A passagem incluirá a informação sobre as vacinas e os testes tomados para COVID-19. Está disponível para os passageiros que tiveram o AstraZeneca (Vaxzevria), Pfizer/vacinas de BioNTech, de Moderna, e de Johnson and Johnson, aprovado pela agência de medicinas européias (EMA).

Sob regras actuais, os receptores de Covishield seriam excluídos como a vacina têm ser aprovados ainda pelo EMA.

Contudo, os relatórios dos media que mencionam uma fonte indiana do ministério estrangeiro disseram em quinta-feira tanta como como nove dos 27 países membros da UE planeiam permitir Covishield como a prova da imunidade para viajantes, apesar das limitações da passagem.

SciDev.Net não podia independente confirmar os relatórios antes a publicação.

A vacina de Covishield foi aprovada pela Organização Mundial de Saúde (WHO) em caso de urgência em fevereiro e está sendo desenrolada através da facilidade de COVAX para fornecer o acesso a uns países mais a renda baixa, assim como na Índia.

Os centros de África para o controlo de enfermidades e a prevenção (CDC de África) e a união africana (AU) dizem que as revelações são “se referir, dada que a vacina de Covidshield foi a espinha dorsal das contribuições EU-apoiadas de COVAX para os Estados-membros' programas do AU de vacinação”.

“Sob tais regulamentos, as pessoas que receberam Covishield, apesar de poder demonstrar a prova da vacinação, continuaria a ser sujeito às limitações da saúde pública, incluindo limitações de exigências do movimento e de teste, com implicações administrativas e financeiras consideráveis,” disseram em uma declaração conjunta o 28 de junho.

Incitaram a Comissão Européia estender a aptidão às vacinas aprovadas para COVAX, e advertiram que as desigualdades no acesso às passagens verdes poderiam “persistir indefinidamente” se o instituto do soro da Índia não se aplicou para a autorização de Covishield no mercado da UE.

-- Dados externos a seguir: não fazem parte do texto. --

import type { z } from "zod";
import type { AreaView } from "../../shared/schemas/site";
import { rows } from "../lib/db";
import { type Actor, visible } from "../lib/policy";
import { programmePolicy } from "../policies";

export type AreaRow = Omit<z.infer<typeof AreaView>, "can">;

export async function listAreas(
  actor: Actor,
  { id = null, siteId = null }: { id?: string | null; siteId?: string | null },
): Promise<AreaRow[]> {
  return rows<AreaRow>(
    `SELECT a.id, a.site_id AS "siteId", a.name, a.zone, a.is_archived AS "isArchived", a.revision
     FROM areas a WHERE ${visible(programmePolicy, actor, "a")}
       AND (CAST(:id AS uuid) IS NULL OR a.id = :id) AND (CAST(:siteId AS uuid) IS NULL OR a.site_id = :siteId)
     ORDER BY a.is_archived, a.name, a.id`,
    { id, siteId },
  );
}
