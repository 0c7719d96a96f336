import type { AttendanceView } from "../../shared/schemas/attendance";
import { todayAt } from "../lib/calendar";
import { row, rows } from "../lib/db";
import type { Crew } from "../models/worker";

/**
 * SQL: a worker is not in on a date: as the day was entered, or as a supervisor said ahead where no shift speaks against
 * it. `worker` and `date` are SQL.
 */
export const isAbsentOn = (worker: string, date: string): string =>
  `(EXISTS (SELECT 1 FROM absences a WHERE a.worker_id = ${worker} AND a.date = ${date})
    OR (EXISTS (SELECT 1 FROM absence_spans p WHERE p.worker_id = ${worker} AND p.valid @> ${date} AND NOT p.is_struck)
      AND NOT EXISTS (SELECT 1 FROM shifts h WHERE h.worker_id = ${worker} AND h.date = ${date} AND NOT h.is_void)))`;

/** SQL: the membership `m` is one of a crew's own, and on the date another crew has the worker on loan. */
export const isLentOn = (m: string, date: string): string =>
  `(NOT ${m}.is_loan AND EXISTS (SELECT 1 FROM crew_memberships l
    WHERE l.worker_id = ${m}.worker_id AND l.is_loan AND l.crew_id <> ${m}.crew_id AND l.valid @> ${date}))`;

/** SQL: the membership `m` is the worker's own, began before a day and runs on it: it ends where another begins. */
export const isOwnRunningOn = (m: string, worker: string, date: string): string =>
  `(${m}.worker_id = ${worker} AND NOT ${m}.is_loan AND lower(${m}.valid) < ${date} AND (upper_inf(${m}.valid) OR upper(${m}.valid) > ${date}))`;

const dates = (range: string) =>
  `lower(${range})::text AS "fromDate", (upper(${range}) - 1)::text AS "toDate"`;

/**
 * What a crew's supervisor plans with. Of somebody lent to the crew only the days of the loan show: an absence is cut to
 * them.
 */
export async function attendance(crew: Crew): Promise<AttendanceView> {
  const site = await row<{ timeZone: string }>(
    `SELECT time_zone AS "timeZone" FROM sites WHERE id = :id`,
    { id: crew.siteId },
  );
  const timeZone = site?.timeZone ?? "UTC";
  const today = todayAt(timeZone);
  const given = { crewId: crew.id, siteId: crew.siteId, today };
  return {
    crew: { id: crew.id, name: crew.name, timeZone },
    today,
    members: await rows<AttendanceView["members"][number]>(
      `SELECT w.id, w.name, bool_and(m.is_loan) AS "isLoan" FROM crew_memberships m JOIN workers w ON w.id = m.worker_id
       WHERE m.crew_id = :crewId AND (upper_inf(m.valid) OR upper(m.valid) > CAST(:today AS date)) AND (NOT m.is_loan OR m.valid @> CAST(:today AS date))
         AND (w.left_on IS NULL OR w.left_on >= CAST(:today AS date))
       GROUP BY w.id, w.name ORDER BY w.name, w.id`,
      given,
    ),
    // As said ahead, and as today was entered.
    absences: await rows<AttendanceView["absences"][number]>(
      `SELECT p.id, json_build_object('id', w.id, 'name', w.name) AS worker, ${dates("s.days")}, p.revision, p.crew_id = :crewId AS "canChange"
       FROM absence_spans p JOIN workers w ON w.id = p.worker_id
       JOIN LATERAL (SELECT range_merge(range_agg(p.valid * m.valid)) AS days FROM crew_memberships m
         WHERE m.crew_id = :crewId AND m.worker_id = p.worker_id AND m.valid && p.valid AND (NOT m.is_loan OR m.valid @> CAST(:today AS date))) s ON TRUE
       WHERE NOT p.is_struck AND s.days IS NOT NULL AND NOT isempty(s.days) AND (upper_inf(s.days) OR upper(s.days) > CAST(:today AS date))
       UNION ALL
       SELECT w.id, json_build_object('id', w.id, 'name', w.name), :today, :today, 0, FALSE
       FROM absences a JOIN crew_memberships m ON m.worker_id = a.worker_id AND m.crew_id = :crewId AND m.valid @> a.date JOIN workers w ON w.id = a.worker_id
       WHERE a.date = CAST(:today AS date) AND NOT EXISTS (SELECT 1 FROM absence_spans p WHERE p.worker_id = w.id AND p.valid @> a.date AND NOT p.is_struck)
       ORDER BY 3, 1`,
      given,
    ),
    loans: await rows<AttendanceView["loans"][number]>(
      `SELECT m.id, json_build_object('id', w.id, 'name', w.name) AS worker, ${dates("m.valid")}, m.revision, 'out' AS way, c.name AS "crewName", TRUE AS "canChange"
       FROM crew_memberships m JOIN workers w ON w.id = m.worker_id JOIN crews c ON c.id = m.crew_id
       WHERE m.is_loan AND m.crew_id <> :crewId AND c.site_id = :siteId AND upper(m.valid) > CAST(:today AS date)
         AND EXISTS (SELECT 1 FROM crew_memberships o WHERE o.worker_id = m.worker_id AND o.crew_id = :crewId AND NOT o.is_loan AND o.valid && m.valid)
       UNION ALL
       SELECT m.id, json_build_object('id', w.id, 'name', w.name), ${dates("m.valid")}, m.revision, 'in', coalesce((SELECT c.name FROM crew_memberships o JOIN crews c ON c.id = o.crew_id
           WHERE o.worker_id = m.worker_id AND NOT o.is_loan AND o.valid @> CAST(:today AS date) ORDER BY c.name LIMIT 1), ''), FALSE
       FROM crew_memberships m JOIN workers w ON w.id = m.worker_id
       WHERE m.is_loan AND m.crew_id = :crewId AND m.valid @> CAST(:today AS date)
       ORDER BY 3, 1`,
      given,
    ),
    otherCrews: await rows<AttendanceView["otherCrews"][number]>(
      "SELECT id, name FROM crews WHERE site_id = :siteId AND id <> :crewId AND NOT is_archived ORDER BY name, id",
      given,
    ),
  };
}
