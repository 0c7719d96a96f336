import type { CrewDetail, CrewView } from "../../shared/schemas/crew";
import { rows } from "../lib/db";
import { inForce } from "../lib/grants";
import { type Actor, visible } from "../lib/policy";
import { crewPolicy } from "../policies";

export type CrewRow = Omit<CrewView, "can">;
export type MembershipRow = CrewDetail["memberships"][number];
export type SupervisorRow = CrewDetail["supervisors"][number];

export async function listCrews(
  actor: Actor,
  { id = null, siteId = null }: { id?: string | null; siteId?: string | null },
): Promise<CrewRow[]> {
  return rows<CrewRow>(
    `SELECT c.id, c.site_id AS "siteId", s.name AS "siteName", c.name, to_char(c.usual_start, 'HH24:MI') AS "usualStart",
       c.usual_length_min AS "usualLengthMin", c.is_archived AS "isArchived", c.revision,
       (SELECT count(*)::int FROM crew_memberships m WHERE m.crew_id = c.id AND m.valid @> today.date) AS "membersToday",
       coalesce((SELECT json_agg(u.name ORDER BY u.name) FROM crew_supervisors v JOIN users u ON u.id = v.user_id
                 WHERE v.crew_id = c.id AND v.valid @> today.date AND u.revoked_at IS NULL), '[]') AS "supervisorNames"
     FROM crews c JOIN sites s ON s.id = c.site_id
     CROSS JOIN LATERAL (SELECT (now() AT TIME ZONE s.time_zone)::date AS date) today
     WHERE ${visible(crewPolicy, actor, "c")}
       AND (CAST(:id AS uuid) IS NULL OR c.id = :id) AND (CAST(:siteId AS uuid) IS NULL OR c.site_id = :siteId)
     ORDER BY c.is_archived, s.name, c.name, c.id`,
    { id, siteId },
  );
}

const dates = (range: string) =>
  `lower(${range})::text AS "fromDate", (upper(${range}) - 1)::text AS "toDate"`;

/** Memberships of a crew; a supervisor meets those of the time in which the crew was theirs. */
export async function listMemberships(
  actor: Actor,
  crew: { id: string; siteId: string },
): Promise<MembershipRow[]> {
  const isWhole = actor.isAt(crew.siteId, "officer", "auditor");
  return rows<MembershipRow>(
    `SELECT m.id, m.worker_id AS "workerId", w.name AS "workerName", w.employee_number AS "employeeNumber", m.is_loan AS "isLoan", ${dates("m.valid")}
     FROM crew_memberships m JOIN workers w ON w.id = m.worker_id
     WHERE m.crew_id = :crewId AND (:isWhole OR EXISTS (
       SELECT 1 FROM crew_supervisors s WHERE s.crew_id = m.crew_id AND s.user_id = :userId AND s.valid && m.valid))
     ORDER BY w.name, w.id, lower(m.valid) DESC`,
    { crewId: crew.id, isWhole, userId: actor.userId },
  );
}

export async function listSupervisors(crewId: string): Promise<SupervisorRow[]> {
  return rows<SupervisorRow>(
    `SELECT s.id, s.user_id AS "userId", u.name AS "userName", ${dates("s.valid")}
     FROM crew_supervisors s JOIN users u ON u.id = s.user_id WHERE s.crew_id = :crewId
     ORDER BY u.name, u.id, lower(s.valid) DESC`,
    { crewId },
  );
}

/** People who hold the supervisor's role at a site. */
export async function listSupervisorNames(siteId: string): Promise<{ id: string; name: string }[]> {
  return rows(
    `SELECT u.id, u.name FROM users u WHERE u.revoked_at IS NULL AND EXISTS (
       SELECT 1 FROM role_grants g WHERE g.user_id = u.id AND g.role = 'supervisor' AND ${inForce("g")}
         AND (g.site_id IS NULL OR g.site_id = :siteId))
     ORDER BY u.name, u.id`,
    { siteId },
  );
}
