import type { z } from "zod";
import type { IssueFilter, IssuePage, IssueView } from "../../shared/schemas/fit";
import { decodeCursor, pageFrom } from "../lib/cursor";
import { rows } from "../lib/db";
import { type Actor, abilities, visible } from "../lib/policy";
import { issuePolicy } from "../policies";

type Found = Omit<IssueView, "can"> & { createdAt: string };

const SELECT_ISSUES = `SELECT i.id, i.revision, i.site_id AS "siteId", i.worker_id AS "workerId", w.name AS "workerName", w.employee_number AS "employeeNumber",
    i.model_id AS "modelId", m.name AS "modelName", i.size, coalesce(t.name, r.name) AS "useName", i.issued_on::text AS "issuedOn", i.created_at::text AS "createdAt",
    ARRAY(SELECT o.name FROM protector_models o WHERE o.id = ANY (i.offered_model_ids) ORDER BY o.name, o.id) AS offered,
    i.was_instructed AS "wasInstructed", i.reason, i.acknowledged_how AS "acknowledgedHow", i.ended_on::text AS "endedOn", i.ended_how AS "endedHow",
    v.par_db AS "parDb", u.name AS "authorName"
  FROM protector_issues i JOIN workers w ON w.id = i.worker_id JOIN protector_models m ON m.id = i.model_id
  JOIN assignments a ON a.id = i.assignment_id LEFT JOIN tasks t ON t.id = a.task_id LEFT JOIN areas r ON r.id = a.area_id
  LEFT JOIN fit_tests f ON f.id = i.fit_test_id AND NOT f.is_void LEFT JOIN fit_test_revisions v ON v.id = f.current_revision_id
  LEFT JOIN users u ON u.id = i.author_id`;

function present(actor: Actor, { createdAt: _, ...found }: Found): IssueView {
  const can = abilities(issuePolicy, actor, found);
  const isOpen = found.endedOn === null;
  return {
    ...found,
    reason: can.end ? found.reason : null,
    can: {
      end: can.end && isOpen,
      acknowledge: can.acknowledge && isOpen && found.acknowledgedHow === null,
    },
  };
}

/** What was handed out, the latest first. */
export async function listIssues(
  actor: Actor,
  filter: z.output<typeof IssueFilter>,
): Promise<z.input<typeof IssuePage>> {
  const before = decodeCursor(filter.cursor, 3);
  const conditions = [
    visible(issuePolicy, actor, "i"),
    filter.siteId && "i.site_id = :siteId",
    filter.workerId && "i.worker_id = :workerId",
    filter.state === "open" && "i.ended_on IS NULL",
    before &&
      "(i.issued_on, i.created_at, i.id) < (CAST(:beforeDate AS date), CAST(:beforeAt AS timestamptz), CAST(:beforeId AS uuid))",
  ].filter(Boolean);
  const found = await rows<Found>(
    `${SELECT_ISSUES} WHERE ${conditions.join(" AND ")} ORDER BY i.issued_on DESC, i.created_at DESC, i.id DESC LIMIT :limit`,
    {
      siteId: filter.siteId,
      workerId: filter.workerId,
      beforeDate: before?.[0] ?? null,
      beforeAt: before?.[1] ?? null,
      beforeId: before?.[2] ?? null,
      limit: filter.limit + 1,
    },
  );
  const page = pageFrom(found, filter.limit, ({ issuedOn, createdAt, id }) => [
    issuedOn,
    createdAt,
    id,
  ]);
  return { ...page, rows: page.rows.map((one) => present(actor, one)) };
}

export async function issuesById(actor: Actor, id: string): Promise<IssueView[]> {
  const found = await rows<Found>(
    `${SELECT_ISSUES} WHERE i.id = :id AND ${visible(issuePolicy, actor, "i")}`,
    { id },
  );
  return found.map((one) => present(actor, one));
}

A Comissão Européia não respondeu imediatamente aos pedidos de comentário.

O instituto do soro do director geral Adar Poonawalla da Índia disse piar que tinha pegado a matéria “a níveis os mais altos” e a tinha esperado a resolver logo “com reguladores e a nível diplomático com países”.

“Eu realizo-o que muitos indianos que tomaram Covishield estão enfrentando as edições com curso à UE,” escrevi.

Tanimola Akande, um professor da saúde pública na universidade de Ilorin, Nigéria, acredita que a controvérsia verde da passagem deve ajustar a fase para renegociar padrões vacinais com o WHO.

“Um caso deve ser feito que enquanto uma vacina encontra padrões do WHO, deve ser considerado como igual e qualificando para a passagem verde,” diz Akande.

Akande vê a omissão de Covishield como “introduzindo a política da superioridade vacinal fora do WHO” que “é uncalled para e vai contra o atendimento para a não-nacionalização das vacinas”.

O WHO disse que os países “não devem introduzir exigências da prova da vacinação COVID-19 para o curso internacional como uma circunstância para a partida ou a entrada”.

Mwidimi Ndosi, um conferente superior em cuidados da reumatologia da universidade do oeste de Inglaterra, Bristol no Reino Unido, disse: “Porque o WHO foi opor aos passaportes vacinais, parece que os produtores de Covishield não previram a necessidade de seguir com a autorização no mercado da União Europeia.

“Este, a mim, é mais de uma edição administrativa que deva ser resolvida logo. Eu seria referido mais se era fazer com a qualidade das vacinas.

Os “povos que receberam vacinas através da facilidade de COVAX podem ser tentados pensar que é uma introdução da qualidade e da sensação tratada como a segunda classe. Aquele não é [o caso],” adiciona, forçando que a qualidade de Covishield não tem sido duvidada até agora.